* TASK DIRECTIONS
Go through the data and count the lines holding the string "without". Write only the number.

* STUDY MATERIAL
■ ■ ■ ■
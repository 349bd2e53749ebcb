import { expect, test } from 'vitest'
import { Tracks } from '../../src/passages/tracks.ts'
import { expectClose } from '../support/expect-close.ts'
import {
  AFTER,
  BEFORE,
  CANALS,
  fairway,
  lastOf,
  narrow,
  type Place,
  place,
  positionAt,
  report,
  type Sighting,
  told,
} from '../support/sightings.ts'

test('a ferry that crosses a river near a canal is not put on the canal, nor a vessel on the canal on the river', () => {
  const river = fairway(
    'river',
    [
      [0, -1000],
      [0, 1000],
    ],
    { distances: [150, 150] },
  )
  const mouth = fairway('mouth', [
    [100, 0],
    [2000, 0],
  ])
  expect(told([lastOf([river, mouth], report(0, [60, 0], { course: 90, knots: 7 }))])).toEqual([
    'matched mouth',
  ])
  expect(told([lastOf([river, mouth], report(0, [60, 0], { course: 180, knots: 7 }))])).toEqual([
    'matched river',
  ])
  expect(told([lastOf([river, mouth], report(0, [-100, 0], { course: 90, knots: 7 }))])).toEqual([
    'ambiguous crossing river',
  ])
})

test('of parallel canals 60 m apart the nearer one counts, half way between them neither without history', () => {
  expect(told([lastOf(CANALS, report(0, [300, 22]))])).toEqual(['matched north'])
  expect(told([lastOf(CANALS, report(0, [300, 40]))])).toEqual(['matched south'])
  expect(told([lastOf(CANALS, report(0, [300, 31]))])).toEqual(['ambiguous two-fairways south'])
  expect(told([lastOf(CANALS, report(0, [300, 31], { knots: 0 }))])).toEqual([
    'stationary below-half-a-knot south',
  ])
})

test('history decides between parallel canals; it takes three clearly better reports in a row to change over', () => {
  const souths = [0, 31, 44, 44, 31, 44, 44, 44, 31]
  const placements = place(
    CANALS,
    souths.map((south, i) => report(10 * i, [300 + 30 * i, south])),
  )
  expect(placements.map(({ fairway: on }) => on?.id)).toEqual([
    ...Array<string>(7).fill('north'),
    ...Array<string>(2).fill('south'),
  ])
  expect(placements.every(({ status }) => status === 'matched')).toBe(true)
})

test('doubt is no history', () => {
  const doubtful = told(place(CANALS, [report(0, [300, 31]), report(10, [330, 29]), report(20, [360, 31])]))
  expect(doubtful).toEqual([
    'ambiguous two-fairways south',
    'ambiguous two-fairways north',
    'ambiguous two-fairways south',
  ])
})

test('it takes three reports in a row for the same other canal', () => {
  const canals = [
    fairway('middle', [
      [0, 0],
      [5000, 0],
    ]),
    fairway(
      'north',
      [
        [-100, -40],
        [4900, -40],
      ],
      narrow,
    ),
    fairway(
      'south',
      [
        [100, 40],
        [5100, 40],
      ],
      narrow,
    ),
  ]
  const souths = [0, -38, 38, -38, -38, 0, -38, -38, -38]
  const placements = place(
    canals,
    souths.map((south, i) => report(10 * i, [300 + 30 * i, south])),
  )
  expect(placements.map(({ fairway: on }) => on?.id)).toEqual([...Array<string>(8).fill('middle'), 'north'])
})

test('lines a few metres apart are the same water twice: ambiguous, and the first of the list', () => {
  const from = (id: string, east: number, south: number) =>
    fairway(
      id,
      [
        [east, south],
        [east + 4000, south],
      ],
      narrow,
    )
  const [one, other] = [from('one', 0, 0), from('other', 100, 0)]
  expect(told([lastOf([one, from('two', 100, 2)], report(0, [500, 0]))])).toEqual([
    'ambiguous two-fairways one',
  ])
  // with a vertex on both, so that both are equally far to the last digit
  const twins = [one, { ...other, line: [positionAt([100, 0]), ...one.line.slice(1, -1)] }]
  expect(told([lastOf(twins, report(0, [1250, 5]))])).toEqual(['ambiguous two-fairways one'])
  expect(told([lastOf(twins.toReversed(), report(0, [1250, 5]))])).toEqual(['ambiguous two-fairways other'])
})

test('where two fairways cross the course decides, unless it slants across both', () => {
  const slope = (50 * Math.PI) / 180
  const end: Place = [1500 * Math.cos(slope), 1500 * Math.sin(slope)]
  const crossing = [
    fairway('along', [
      [-2000, 0],
      [2000, 0],
    ]),
    fairway('slanting', [[-end[0], -end[1]], end]),
  ]
  const at = (where: Place, sighting: Sighting) => told([lastOf(crossing, report(0, where, sighting))])[0]
  expect(at([0, 0], { course: 92, knots: 8 })).toBe('matched along')
  expect(at([0, 0], { course: 318, knots: 8 })).toBe('matched slanting')
  expect(at([0, 0], { course: 115, knots: 8 })).toMatch(/^ambiguous two-fairways/)
  expect(at([0, 0], { course: 92, knots: 1.9 })).toMatch(/^ambiguous two-fairways/)
  // 20 m from one and 10 m from the other, 20 and 30 degrees off: within 30 the course does not count
  expect(at([3.73, 20], { course: 110, knots: 8 })).toBe('matched slanting')
})

test('a canal that no longer holds the vessel is left at once', () => {
  expect(told(place(CANALS, [report(0, [300, 0]), report(10, [330, 60])]))).toEqual([
    'matched north',
    'matched south',
  ])
})

test('at a joint the segment alongside counts, whichever is wider, in either direction', () => {
  const lake = fairway(
    'lake',
    [
      [1000, 10],
      [3000, 10],
    ],
    { distances: [400, 400] },
  )
  for (const next of [AFTER, lake]) {
    for (const fairways of [
      [BEFORE, next],
      [next, BEFORE],
    ]) {
      const easts = [960, 990, 1010, 1040]
      const there = easts.map((east, i) => report(20 * i, [east, 15]))
      const back = easts.map((_, i) => report(200 + 20 * i, [easts.at(-1 - i)!, 15], { course: 270 }))
      expect(told(place(fairways, [...there, ...back]))).toEqual([
        ...Array<string>(2).fill('matched before'),
        ...Array<string>(4).fill(`matched ${next.id}`),
        ...Array<string>(2).fill('matched before'),
      ])
      expect(told(easts.map((east) => lastOf(fairways, report(0, [east, 15]))))).toEqual([
        ...Array<string>(2).fill('matched before'),
        ...Array<string>(2).fill(`matched ${next.id}`),
      ])
    }
  }
})

test('a segment that has ended is left at once, also when reports skip the short one after it', () => {
  const wide = { distances: [400, 400] as const }
  const river = [
    fairway(
      'upper',
      [
        [0, 0],
        [2000, 0],
      ],
      wide,
    ),
    fairway(
      'lock',
      [
        [2000, 0],
        [2200, 0],
      ],
      wide,
    ),
    fairway(
      'lower',
      [
        [2200, 0],
        [4000, 0],
      ],
      wide,
    ),
  ]
  expect(told(place(river, [report(0, [1950, 50]), report(70, [2300, 50])]))).toEqual([
    'matched upper',
    'matched lower',
  ])
})

test('ends up to 50 m apart touch', () => {
  const next = (east: number) =>
    fairway('next', [
      [east, 0],
      [3000, 0],
    ])
  expect(lastOf([BEFORE, next(1048)], report(0, [1024, 0])).status).toBe('matched')
  expect(lastOf([BEFORE, next(1052)], report(0, [1026, 0])).status).toBe('ambiguous')
})

test('which lines touch is kept for each pair', () => {
  const twin = fairway('twin', [
    [1200, 2],
    [2500, 2],
  ])
  const tracks = new Tracks([BEFORE, twin, AFTER], { maxGap: 600 })
  expect(told([tracks.place(report(0, [1010, 0]))])).toEqual(['matched after'])
  const other = report(0, [1500, 1], { vesselKey: 'mmsi:2' })
  expect(tracks.place(other).status).toBe('ambiguous')
})

test('a vessel that turns in front of a side canal is not on it', () => {
  const side = fairway('side', [
    [1000, 0],
    [1000, -1000],
  ])
  expect(
    told(place([BEFORE, AFTER, side], [report(0, [950, 10]), report(30, [985, 20], { course: 0 })])),
  ).toEqual(['matched before', 'ambiguous crossing before'])
})

test('a side canal that the vessel is across does not end the fairway at a kink', () => {
  const south = fairway('south', [
    [1000, 0],
    [1000, 1000],
  ])
  const side = fairway('side', [
    [1000, 0],
    [1700, -700],
  ])
  expect(
    told(place([BEFORE, south, side], [report(0, [950, 0]), report(20, [1009, -13], { course: 135 })])),
  ).toEqual(['matched before', 'matched before'])
})

test('from a fairway that is left the vessel does not go on to one that it is across', () => {
  const side = fairway(
    'side',
    [
      [1000, 0],
      [1000, -1000],
    ],
    { distances: [50, 50] },
  )
  const apart = fairway('apart', [
    [1060, -30],
    [3000, -30],
  ])
  expect(told(place([BEFORE, side, apart], [report(0, [950, 0]), report(40, [1075, -30])]))).toEqual([
    'matched before',
    'matched apart',
  ])
})

test('on the outer side of a kink between two segments the vessel stays on the first until it is alongside the second', () => {
  const south = fairway('south', [
    [1000, 0],
    [1000, 1000],
  ])
  const placements = place(
    [BEFORE, south],
    [
      report(0, [980, -10], { course: 90 }),
      report(10, [1015, -12], { course: 120 }),
      report(20, [1018, -5], { course: 140 }),
      report(30, [1010, 20], { course: 170 }),
    ],
  )
  expect(told(placements)).toEqual(['matched before', 'matched before', 'matched before', 'matched south'])
  expect(placements.map(({ direction }) => direction)).toEqual(Array(4).fill('downstream'))
  expectClose(placements[1]!.along, 1000, { abs: 0.1 })
})

test('at a fork of three segments a vessel goes from the trunk to the branch it sails along', () => {
  const branch = (id: string, south: number) =>
    fairway(id, [
      [1000, 0],
      [3000, south],
    ])
  const fork = [BEFORE, branch('left', -500), branch('right', 500)]
  const sail = (course: number, souths: readonly number[]) =>
    place(
      fork,
      souths.map((south, i) => report(20 * i, [960 + 60 * i, south], { course })),
    ).map(({ fairway: on }) => on?.id)
  expect(sail(76, [0, -5, -20, -35, -50, -65])).toEqual(['before', ...Array<string>(5).fill('left')])
  expect(sail(104, [0, 5, 20, 35, 50, 65])).toEqual(['before', ...Array<string>(5).fill('right')])
})

test('at a narrow fork the branch taken first is left as soon as the other is clearly nearer', () => {
  const fork = [
    fairway('left', [
      [1000, 0],
      [3000, -200],
    ]),
    fairway('right', [
      [1000, 0],
      [3000, 200],
    ]),
  ]
  expect(told(place(fork, [report(0, [1100, -12]), report(20, [1150, 2]), report(60, [1300, 30])]))).toEqual([
    'matched left',
    'matched left',
    'matched right',
  ])
  // without history too, since they touch
  expect(lastOf(fork, report(0, [1150, 0])).status).toBe('matched')
})

test('a ferry that has only been seen across a fairway has no history on it', () => {
  const ferry = [report(0, [300, 0], { course: 0 }), report(10, [300, 31], { knots: 1 })]
  expect(lastOf(CANALS, ...ferry).status).toBe('ambiguous')
})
■ ■ ■ ■
* ANSWER SPACE
2